AWS RDS Storage Autoscaling. Right? Easy to test and play with. All I wanted to see as the EventBridge notification that was created when autoscaling kicked in. Create database in AWS, fill database with data, observe autoscaling, profit (with knowledge). So off I set to test.

Creating the RDS was easy, some very basic ClickOps as was most certainly a test and didn't need to be anything to spectacular, open the DB to the public IPs I'd be hitting it from (again, far from best practice but this was meant to be a quick test damnit!). Database creating, phase 1 complete.

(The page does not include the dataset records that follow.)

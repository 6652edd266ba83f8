package org.viscarta.cli;

import java.io.IOException;
import java.io.UncheckedIOException;
import java.nio.file.Files;
import java.nio.file.Path;
import java.util.Comparator;
import java.util.stream.Stream;

/**
 * The README's quick-start report on the demo data, made once per test run and shared by every
 * test that reads it (a full demo report is the most expensive fixture of the suite). The command
 * is the README's, with {@code --timestamp} added so that a second run can be compared byte for byte.
 */
final class DemoReport {

    /** The run time the report states. */
    static final String STATED = "2026-12-01T12:00:00Z";

    private static Path folder;
    private static CliRun run;

    private DemoReport() {
    }

    /** The quick-start arguments writing into {@code out}. */
    static String[] args(Path out) {
        return new String[] {"report", "demo-data", "--library", "reference-materials", "--basis", "tensile", "--target",
            "target-soft-tissue", "--out", out.toString(), "--force", "--timestamp", STATED};
    }

    /** The folder holding report.xlsx, report.html and figures/, made on first use. */
    static synchronized Path folder() {
        if (folder == null) {
            try {
                Path tmp = Files.createTempDirectory("viscarta-demo-report");
                Runtime.getRuntime().addShutdownHook(new Thread(() -> delete(tmp)));
                Path out = tmp.resolve("demo-report");
                run = CliRun.of(args(out));
                if (run.exitCode() != 0) {
                    throw new IllegalStateException("the demo report failed: " + run.err());
                }
                folder = out;
            } catch (IOException e) {
                throw new UncheckedIOException(e);
            }
        }
        return folder;
    }

    /** What the run printed. */
    static synchronized CliRun run() {
        folder();
        return run;
    }

    private static void delete(Path tree) {
        try (Stream<Path> s = Files.walk(tree)) {
            s.sorted(Comparator.reverseOrder()).forEach(p -> p.toFile().delete());
        } catch (IOException e) {
            // a temporary folder the system cleans up anyway
        }
    }
}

Now, 20GB to fill, how hard can that be? Right...

Some quick Googling, showing how to quickly mass import data, that doesn't help as I don't have a file to import, I need to generate fresh data.

Stumble upon https://github.com/Percona-Lab/mysql_random_data_load. Looks promising, run it up from a VM.

ubuntu@always-on2:~/mysql_random$ screen ./mysql_random_data_load test t3 150000000 --host database-1.dsadisfbi3ob.us-west-2.rds.amazonaws.com -u admin -p<password>

Didn't read the documenation too closely but let that run for a few hours. And, to be fair, it appears to do its job very well. Creates good looking data. But not enough of it. I let that run for a good 3 or 4 hours. It's burnt through about a GB of storage, but this is costing me cents per hour. I need this to be faster, I'm not made of money.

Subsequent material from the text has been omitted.